Remuneration Committee Charter

PURPOSE

The purpose of the CIC Australia Limited ("CIC") Group Remuneration Committee is to assist and advise the Board on remuneration packages and policies applicable to the CEO, senior executives and the directors themselves.

COMPOSITION

The Committee must comprise of at least two directors, who shall be non-executive directors.

The Chairman of the Committee must not be the Chairman of the Board.

The Committee shall meet as frequently as required and at least once a year.

The retirement and appointment of members will occur at such time as determined by the Board.

RESPONSIBILITIES

The Committee is responsible for reviewing and recommending to the Board:

  • the remuneration policies of the Group;
  • the remuneration packages of the Executive Directors;
  • incentive policies and share option schemes;
  • incentive performance packages;
  • superannuation entitlements;
  • fringe benefit policies;
  • professional indemnity and liability insurance policies;
  • setting termination policies and procedures for executives and directors;
  • evaluating the performance of the CEO; and
  • monitoring management succession planning.

The Committee delegates to management the granting of salary increases for staff and executives within the company. Management are to determine salary levels in accordance with the Remuneration Policy adopted below.

REMUNERATION POLICY

The broad remuneration policy is to ensure the remuneration package properly reflects the person’s duties, responsibilities and level of performance and that remuneration is competitive in attracting, retaining and motivating people of the highest quality.

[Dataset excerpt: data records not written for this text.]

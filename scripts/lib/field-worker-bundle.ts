// The studio's field worker (lib/studio/client/field-worker.ts and everything it imports) bundled
// by esbuild into one classic script, public/field-worker.js, which the app serves as a static
// file: the browser fetches and compiles one file instead of the framework's chunk loader pulling
// the worker's modules one after the other (issue 15: 1.1 s of the editor's opening went there).
// Built with the app (`npm test`, `npm run demo`), rebuilt on every change under `npm run dev`.
import { dirname, join } from 'node:path';
import { fileURLToPath } from 'node:url';
import { build, context, type BuildOptions } from 'esbuild';
import { log } from './processes';

const projectRoot = join(dirname(fileURLToPath(import.meta.url)), '..', '..');

/** Where the page starts the worker from (lib/studio/client/field-client.ts names the same path). */
export const FIELD_WORKER_OUTPUT = join(projectRoot, 'public', 'field-worker.js');

/** esbuild's options for the worker: readable (names kept) in production, with a source map in development. */
export function fieldWorkerBuildOptions(development: boolean): BuildOptions {
  return {
    absWorkingDir: projectRoot,
    entryPoints: ['lib/studio/client/field-worker.ts'],
    // tsconfig.json's "@/*" paths resolve the project's own imports.
    tsconfig: join(projectRoot, 'tsconfig.json'),
    bundle: true,
    // A classic worker script: no module graph to load, every browser runs it.
    format: 'iife',
    platform: 'browser',
    target: 'es2022',
    outfile: FIELD_WORKER_OUTPUT,
    // Names are kept (whitespace and syntax only): CPU profiles of the worker stay readable.
    minifyWhitespace: !development,
    minifySyntax: !development,
    sourcemap: development ? 'inline' : false,
    define: { 'process.env.NODE_ENV': development ? '"development"' : '"production"' },
    legalComments: 'none',
    logLevel: 'warning',
  };
}

/** Writes public/field-worker.js once; fails (with esbuild's messages) when the worker's code does not bundle. */
export async function bundleFieldWorker(): Promise<void> {
  log('bundling the field worker (esbuild → public/field-worker.js)');
  await build(fieldWorkerBuildOptions(false));
}

/** Writes public/field-worker.js and again after every change of its sources, until `stop`. */
export async function watchFieldWorker(): Promise<{ stop(): Promise<void> }> {
  const watcher = await context(fieldWorkerBuildOptions(true));
  await watcher.rebuild();
  await watcher.watch();
  log('bundling the field worker on every change (esbuild → public/field-worker.js)');
  return { stop: () => watcher.dispose() };
}
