// A PostgreSQL server from Debian's packages, in a data directory of this project.
// PostgreSQL refuses to run as root: as root, the data directory belongs to the `postgres`
// system user (mode 700) and every server command runs through `runuser -u postgres`;
// as an ordinary user the same commands run directly.
import { chmod, chown, mkdir, readdir, rm, writeFile } from 'node:fs/promises';
import { existsSync } from 'node:fs';
import { createHash } from 'node:crypto';
import { tmpdir } from 'node:os';
import { join, resolve } from 'node:path';
import pg from 'pg';
import { CommandFailed, log, runCommand } from './processes';

export type PostgresSettings = {
  dataDir: string;
  port: number;
  user: string;
  password: string;
  database: string;
};

const debianRoot = '/usr/lib/postgresql';
const isRoot = process.getuid?.() === 0;

async function findBinDir(): Promise<string | null> {
  if (!existsSync(debianRoot)) return null;
  const versions = (await readdir(debianRoot))
    .filter((name) => existsSync(join(debianRoot, name, 'bin', 'initdb')))
    .sort((a, b) => Number(b) - Number(a));
  return versions.length > 0 ? join(debianRoot, versions[0], 'bin') : null;
}

/** Finds Debian's PostgreSQL binaries, installing the package first when they are missing. */
export async function ensurePostgresInstalled(): Promise<string> {
  const found = await findBinDir();
  if (found) return found;
  if (!isRoot) {
    throw new CommandFailed(
      'PostgreSQL is not installed. Install it once with: sudo apt-get install -y postgresql',
    );
  }
  log('PostgreSQL is missing: apt-get install -y postgresql…');
  await aptInstall('postgresql');
  const installed = await findBinDir();
  if (!installed) throw new CommandFailed(`apt-get installed postgresql but no initdb is under ${debianRoot}`);
  return installed;
}

/** apt-get install as root; refreshes the package lists once if the first attempt fails. */
export async function aptInstall(pkg: string) {
  const env = { ...process.env, DEBIAN_FRONTEND: 'noninteractive' };
  try {
    await runCommand('apt-get', ['install', '-y', pkg], { env });
  } catch {
    await runCommand('apt-get', ['update'], { env });
    await runCommand('apt-get', ['install', '-y', pkg], { env });
  }
}

function asServerUser(command: string, args: string[]): [string, string[]] {
  return isRoot ? ['runuser', ['-u', 'postgres', '--', command, ...args]] : [command, args];
}

async function postgresCanEnter(dir: string): Promise<boolean> {
  if (!isRoot) return true;
  try {
    await runCommand('runuser', ['-u', 'postgres', '--', 'test', '-x', dir], { quiet: true });
    return true;
  } catch {
    return false;
  }
}

/**
 * The directory that will hold the cluster. It is `requested` unless the `postgres` user cannot
 * reach it (a checkout under a private home directory, when run as root): then a directory in
 * the system's temporary folder, named after the requested path, takes its place.
 */
async function usableDataDir(requested: string): Promise<string> {
  const parent = resolve(requested, '..');
  await mkdir(parent, { recursive: true });
  if (await postgresCanEnter(parent)) return requested;
  const key = createHash('sha256').update(resolve(requested)).digest('hex').slice(0, 12);
  const fallbackParent = join(tmpdir(), `whorlwind-pg-${key}`);
  await mkdir(fallbackParent, { recursive: true });
  await chmod(fallbackParent, 0o755);
  log(`the postgres user cannot enter ${parent}; keeping the database in ${fallbackParent} instead`);
  return join(fallbackParent, 'pg');
}

async function initCluster(bin: string, dataDir: string, settings: PostgresSettings) {
  await mkdir(dataDir, { recursive: true, mode: 0o700 });
  await chmod(dataDir, 0o700);
  const passwordFile = join(tmpdir(), `whorlwind-pgpass-${process.pid}`);
  await writeFile(passwordFile, `${settings.password}\n`, { mode: 0o600 });
  try {
    if (isRoot) {
      const [uid, gid] = await postgresIds();
      await chown(dataDir, uid, gid);
      await chown(passwordFile, uid, gid);
    }
    const [command, args] = asServerUser(join(bin, 'initdb'), [
      '-D', dataDir,
      '-U', settings.user,
      '--auth-local=trust',
      '--auth-host=scram-sha-256',
      `--pwfile=${passwordFile}`,
      '--encoding=UTF8',
      '--locale=C.UTF-8',
    ]);
    await runCommand(command, args, { quiet: true });
  } finally {
    await rm(passwordFile, { force: true });
  }
}

async function postgresIds(): Promise<[number, number]> {
  const uid = Number((await runCommand('id', ['-u', 'postgres'], { quiet: true })).trim());
  const gid = Number((await runCommand('id', ['-g', 'postgres'], { quiet: true })).trim());
  return [uid, gid];
}

async function pgCtl(bin: string, args: string[]) {
  const [command, fullArgs] = asServerUser(join(bin, 'pg_ctl'), args);
  // Stopping the server is a teardown step, so pg_ctl may run while shutting down.
  return runCommand(command, fullArgs, { quiet: true, duringShutdown: true });
}

async function isRunning(bin: string, dataDir: string) {
  if (!existsSync(join(dataDir, 'postmaster.pid'))) return false;
  try {
    await pgCtl(bin, ['-D', dataDir, 'status']);
    return true;
  } catch {
    return false;
  }
}

export type PostgresServer = {
  dataDir: string;
  start: (options: { fresh: boolean }) => Promise<void>;
  stop: () => Promise<void>;
};

/** Installs PostgreSQL if needed and settles where its data lives; starts nothing yet. */
export async function preparePostgres(settings: PostgresSettings): Promise<PostgresServer> {
  const bin = await ensurePostgresInstalled();
  const dataDir = await usableDataDir(settings.dataDir);
  const stop = async () => {
    if (await isRunning(bin, dataDir)) await pgCtl(bin, ['-D', dataDir, '-m', 'fast', '-w', 'stop']);
  };
  return { dataDir, stop, start: (options) => startServer(bin, dataDir, settings, options.fresh, stop) };
}

/**
 * Starts the server on 127.0.0.1:port (creating the cluster when needed, or afresh when `fresh`)
 * and makes sure the database exists. Unix sockets are off: everything connects over TCP, and
 * long checkout paths would overflow the socket path limit.
 */
async function startServer(bin: string, dataDir: string, settings: PostgresSettings, fresh: boolean, stop: () => Promise<void>) {
  // A server left behind by an interrupted run would hold the port and the files.
  await stop();
  if (fresh) await rm(dataDir, { recursive: true, force: true });
  if (!existsSync(join(dataDir, 'PG_VERSION'))) {
    log(`creating a PostgreSQL cluster in ${dataDir}`);
    await initCluster(bin, dataDir, settings);
  }
  const serverOptions = `-c listen_addresses=127.0.0.1 -p ${settings.port} -c unix_socket_directories=''`;
  try {
    await pgCtl(bin, ['-D', dataDir, '-l', join(dataDir, 'server.log'), '-o', serverOptions, '-w', '-t', '60', 'start']);
  } catch (error) {
    throw new CommandFailed(
      `PostgreSQL did not start on 127.0.0.1:${settings.port} (see ${join(dataDir, 'server.log')}).\n${(error as Error).message}`,
    );
  }
  await createDatabaseIfMissing(settings);
}

async function createDatabaseIfMissing(settings: PostgresSettings) {
  const client = new pg.Client({
    host: '127.0.0.1',
    port: settings.port,
    user: settings.user,
    password: settings.password,
    database: 'postgres',
  });
  await client.connect();
  try {
    const existing = await client.query('SELECT 1 FROM pg_database WHERE datname = $1', [settings.database]);
    if (existing.rowCount === 0) {
      // Identifiers cannot be bound as parameters; the name comes from our own settings.
      await client.query(`CREATE DATABASE "${settings.database.replaceAll('"', '""')}"`);
    }
  } finally {
    await client.end();
  }
}
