// The market's public preview (lib/groom/export/preview.ts), read back with readers that are not
// ours: three.js's GLTFLoader (what a visitor's browser runs) and the Khronos glTF Validator.
import { validateBytes } from 'gltf-validator';
import { beforeAll, describe, expect, it } from 'vitest';
import { readSurface } from '@/lib/field';
import { guidesToGltf } from '@/lib/groom/export/gltf';
import { previewGuides, previewToGlb, PUBLIC_PREVIEW } from '@/lib/groom/export/preview';
import type { Guides } from '@/lib/groom/grow/guides';
import { loadGltf as load, linesOf as curvesOf } from '@/tests/fixtures/gltf-lines';
import { quadSphere } from '@/tests/fixtures/quad-sphere';
import { groomOn } from './support';

let guides: Guides;

beforeAll(() => {
  const sphere = quadSphere(10, 16, { radius: 3 });
  ({ guides } = groomOn(readSurface(new TextEncoder().encode(sphere.obj), 'sphere.obj').mesh, {
    specVersion: 2,
    units: 'cm',
    upAxis: 'z',
    field: { singularities: [{ point: [0, 3, 0], index: 1 }, { point: [0, -3, 0], index: 1 }] },
    guides: { count: 437, length: 0.8, pointsPerGuide: 12, seed: 4 },
  }));
});

describe('the public preview', () => {
  it('holds a tenth of the guides at most, four points each, as three.js reads it', async () => {
    const bytes = previewToGlb(previewGuides(guides));
    const preview = curvesOf((await load(bytes)).scene);
    const full = curvesOf((await load(guidesToGltf(guides, { binary: true }))).scene);
    expect(full.curves).toBe(437);
    // ⌊0.1 · 437⌋ = 43 curves of 4 points.
    expect(preview.curves).toBe(43);
    expect(preview.points).toBe(43 * 4);
    expect(preview.curves).toBeLessThanOrEqual(PUBLIC_PREVIEW.share * full.curves);
    expect(preview.attributes).toEqual(['position']);
    expect(full.attributes).toContain('_width');
  });

  it('shows the first guides of the fixed order: their roots are the full export’s first roots', async () => {
    const preview = curvesOf((await load(previewToGlb(previewGuides(guides)))).scene);
    const full = curvesOf((await load(guidesToGltf(guides, { binary: true }))).scene);
    expect(preview.roots).toEqual(full.roots.slice(0, preview.roots.length));
  });

  it('carries no widths, binding or per-guide data, and the Khronos validator finds no error or warning', async () => {
    const bytes = previewToGlb(previewGuides(guides));
    const report = await validateBytes(bytes, { format: 'glb', maxIssues: 0 });
    expect(report.issues.messages.filter((m) => m.severity <= 1)).toEqual([]);
    const gltf = await load(bytes);
    const json = gltf.parser.json as { accessors: { name?: string }[]; meshes: { extras?: unknown; primitives: { attributes: object }[] }[] };
    expect(json.accessors).toHaveLength(2);
    expect(json.accessors.some((a) => a.name)).toBe(false);
    expect(json.meshes[0].extras).toBeUndefined();
    expect(Object.keys(json.meshes[0].primitives[0].attributes)).toEqual(['POSITION']);
    expect(JSON.stringify(json)).not.toMatch(/guideId|rootFace|rootBarycentric|_WIDTH|binding/);
    expect(gltf.asset.extras).toEqual({ whorlwind: { preview: { guides: 43, of: 437, pointsPerGuide: 4 } } });
  });

  it('keeps each guide’s own root and tip, never a point of its own making', () => {
    const preview = previewGuides(guides);
    const n = guides.pointsPerGuide;
    for (let g = 0; g < preview.count; g++) {
      const root = Array.from(preview.points.subarray(3 * 4 * g, 3 * 4 * g + 3));
      const tip = Array.from(preview.points.subarray(3 * (4 * g + 3), 3 * (4 * g + 3) + 3));
      expect(root).toEqual(Array.from(guides.points.subarray(3 * n * g, 3 * n * g + 3)));
      expect(tip).toEqual(Array.from(guides.points.subarray(3 * (n * g + n - 1), 3 * (n * g + n - 1) + 3)));
    }
  });

  it('caps the guides shown, and writes a valid empty file when the share rounds to none', async () => {
    expect(previewGuides(guides, { share: 0.5, pointsPerGuide: 3, maxGuides: 20 }).count).toBe(20);
    const none = previewGuides(guides, { share: 0.001, pointsPerGuide: 4, maxGuides: 100 });
    expect(none.count).toBe(0);
    const report = await validateBytes(previewToGlb(none), { format: 'glb', maxIssues: 0 });
    expect(report.issues.numErrors).toBe(0);
    expect(() => previewGuides(guides, { share: 0, pointsPerGuide: 4, maxGuides: 10 })).toThrow(/share/);
  });
});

Executive directors and employees remuneration packages involve a balance between fixed and incentive pay. They may receive bonuses based on the operating performance of the Group. These bonuses are at the discretion of the Remuneration Committee. The Committee has the discretion to move outside the formula where it feels that value creation warrants consideration. Equity based remuneration may also be used as an effective form of remuneration.

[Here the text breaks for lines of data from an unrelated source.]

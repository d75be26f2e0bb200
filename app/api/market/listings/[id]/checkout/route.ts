// POST: a signed-in buyer (or groomer) opens the payment provider's hosted checkout for a
// published listing; the price comes from the database. 403 own-listing, 409 already-owned.
import { handler, jsonData, pathId } from '@/lib/http/server';
import { notFound } from '@/lib/market/errors';
import { startCheckout } from '@/lib/market/payments/checkout';
import type { CheckoutResponse } from '@/lib/market/types';

export function POST(_request: Request, { params }: { params: Promise<{ id: string }> }) {
  return handler(['buyer', 'groomer'], async (actor) => {
    const { url, sessionId } = await startCheckout(actor, await pathId(params, 'id', notFound('listing')));
    return jsonData<CheckoutResponse>({ url, sessionId });
  });
}
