// three.js ships no types for its USDA parser; this covers what the tests call.
declare module 'three/examples/jsm/loaders/usd/USDAParser.js' {
  export class USDAParser {
    parseText(text: string): Record<string, unknown>;
    parseData(text: string): { specsByPath: Record<string, { specType: number; fields: Record<string, unknown> }> };
  }
}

Total fees paid to non-executive directors are determined by shareholders in general meeting and are set out in CIC’s Constitution. The total fees currently approved for all non-executive directors is $300,000. These fees are split among the non-executive directors based on recommendations by the Remuneration Committee. Non-executive directors do not receive any performance related remuneration.

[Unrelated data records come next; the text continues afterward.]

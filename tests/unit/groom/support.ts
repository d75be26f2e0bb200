import type { TriangleMesh } from '@/lib/field';
import { growGuides } from '@/lib/groom/grow/guides';
import { solveGroomField } from '@/lib/groom/place/request';
import { parseGroomSpec, type GroomSpecInput } from '@/lib/groom/spec/spec';
import { prepareGroomSurface } from '@/lib/groom/place/surface';
import { mirrorPoint, planeDistance, type MirrorPlane } from '@/lib/groom/spec/symmetry';

/** Prepares, solves and grows a spec on a mesh, as the app does. */
export function groomOn(mesh: TriangleMesh, input: GroomSpecInput) {
  const spec = parseGroomSpec(input);
  const surface = prepareGroomSurface(mesh, { boundary: spec.field.boundary });
  const solved = solveGroomField(spec, surface);
  return { spec, surface, solved, ...growGuides(surface, solved, spec) };
}

/** The same mesh with its faces split into named groups by a rule. */
export function withGroups(mesh: TriangleMesh, names: string[], groupOf: (cx: number, cy: number, cz: number) => number): TriangleMesh {
  const nF = mesh.triangles.length / 3;
  const groupOfFace = new Uint16Array(nF);
  const p = mesh.positions;
  for (let f = 0; f < nF; f++) {
    const c = [0, 1, 2].map((k) => [0, 1, 2].reduce((s, j) => s + p[3 * mesh.triangles[3 * f + j] + k], 0) / 3);
    groupOfFace[f] = groupOf(c[0], c[1], c[2]);
  }
  return { ...mesh, groups: { names, groupOfFace } };
}

/** Distance from each of the first `sample` points to its nearest other point. */
export function nearestNeighbourDistances(position: Float64Array, sample: number): Float64Array {
  const n = position.length / 3;
  const out = new Float64Array(Math.min(sample, n));
  for (let i = 0; i < out.length; i++) {
    let best = Infinity;
    for (let j = 0; j < n; j++) {
      if (j === i) continue;
      const d = Math.hypot(position[3 * i] - position[3 * j], position[3 * i + 1] - position[3 * j + 1], position[3 * i + 2] - position[3 * j + 2]);
      if (d < best) best = d;
    }
    out[i] = best;
  }
  return out;
}

/** A GLB's JSON and the values of an accessor (float or unsigned int components). */
export function readGlb(bytes: Uint8Array) {
  const view = new DataView(bytes.buffer, bytes.byteOffset, bytes.byteLength);
  const jsonLength = view.getUint32(12, true);
  const json = JSON.parse(new TextDecoder().decode(bytes.subarray(20, 20 + jsonLength)));
  const bin = bytes.subarray(28 + jsonLength);
  const values = (index: number): number[] => {
    const accessor = json.accessors[index];
    const bufferView = json.bufferViews[accessor.bufferView];
    const width = { SCALAR: 1, VEC2: 2, VEC3: 3 }[accessor.type as 'SCALAR'];
    const data = new DataView(bin.buffer, bin.byteOffset + bufferView.byteOffset, bufferView.byteLength);
    return Array.from({ length: accessor.count * width }, (_x, i) => (accessor.componentType === 5126 ? data.getFloat32(4 * i, true) : data.getUint32(4 * i, true)));
  };
  return { json, values };
}

/**
 * For every guide rooted off the plane (of guides of n points, stored guide after guide), the largest distance over ALL its points to the mirror
 * image of the guide rooted nearest its root's mirror image; and how many were paired.
 */
export function worstMirrorGap(points: ArrayLike<number>, count: number, n: number, plane: MirrorPlane): { gap: number; paired: number } {
  const root = (g: number) => [points[3 * n * g], points[3 * n * g + 1], points[3 * n * g + 2]];
  let gap = 0, paired = 0;
  for (let g = 0; g < count; g++) {
    if (Math.abs(planeDistance(plane, root(g))) <= 1e-9) continue;
    const m = mirrorPoint(plane, root(g));
    let best = -1, bestDistance = Infinity;
    for (let h = 0; h < count; h++) {
      const r = root(h);
      const d = Math.hypot(r[0] - m[0], r[1] - m[1], r[2] - m[2]);
      if (d < bestDistance) [best, bestDistance] = [h, d];
    }
    for (let i = 0; i < n; i++) {
      const a = mirrorPoint(plane, [points[3 * (n * g + i)], points[3 * (n * g + i) + 1], points[3 * (n * g + i) + 2]]);
      const b = 3 * (n * best + i);
      gap = Math.max(gap, Math.hypot(a[0] - points[b], a[1] - points[b + 1], a[2] - points[b + 2]));
    }
    paired++;
  }
  return { gap, paired };
}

The Corporate Governance Statement of the Annual Report will contain the following information concerning remuneration:

  • broad structure and objectives of the remuneration policy and its relationship to company performance;
  • the amount of remuneration and all monetary and non-monetary components, for each of the five highest-paid executives for the year and for all directors. This disclosure will include:
    • salary;
    • fees;
    • non-cash benefits;
    • bonuses accruing in respect of that year;
    • superannuation contributions;
    • other payments in relation to termination and retirement from office;
    • value of shares issued and options granted; and
    • motor vehicles and other benefits.

Any loans to executives and directors will be included with this disclosure, including the amount and the interest rate.

At the time of issue of this document, there do not exist any termination agreements or contracts with directors or executives of CIC.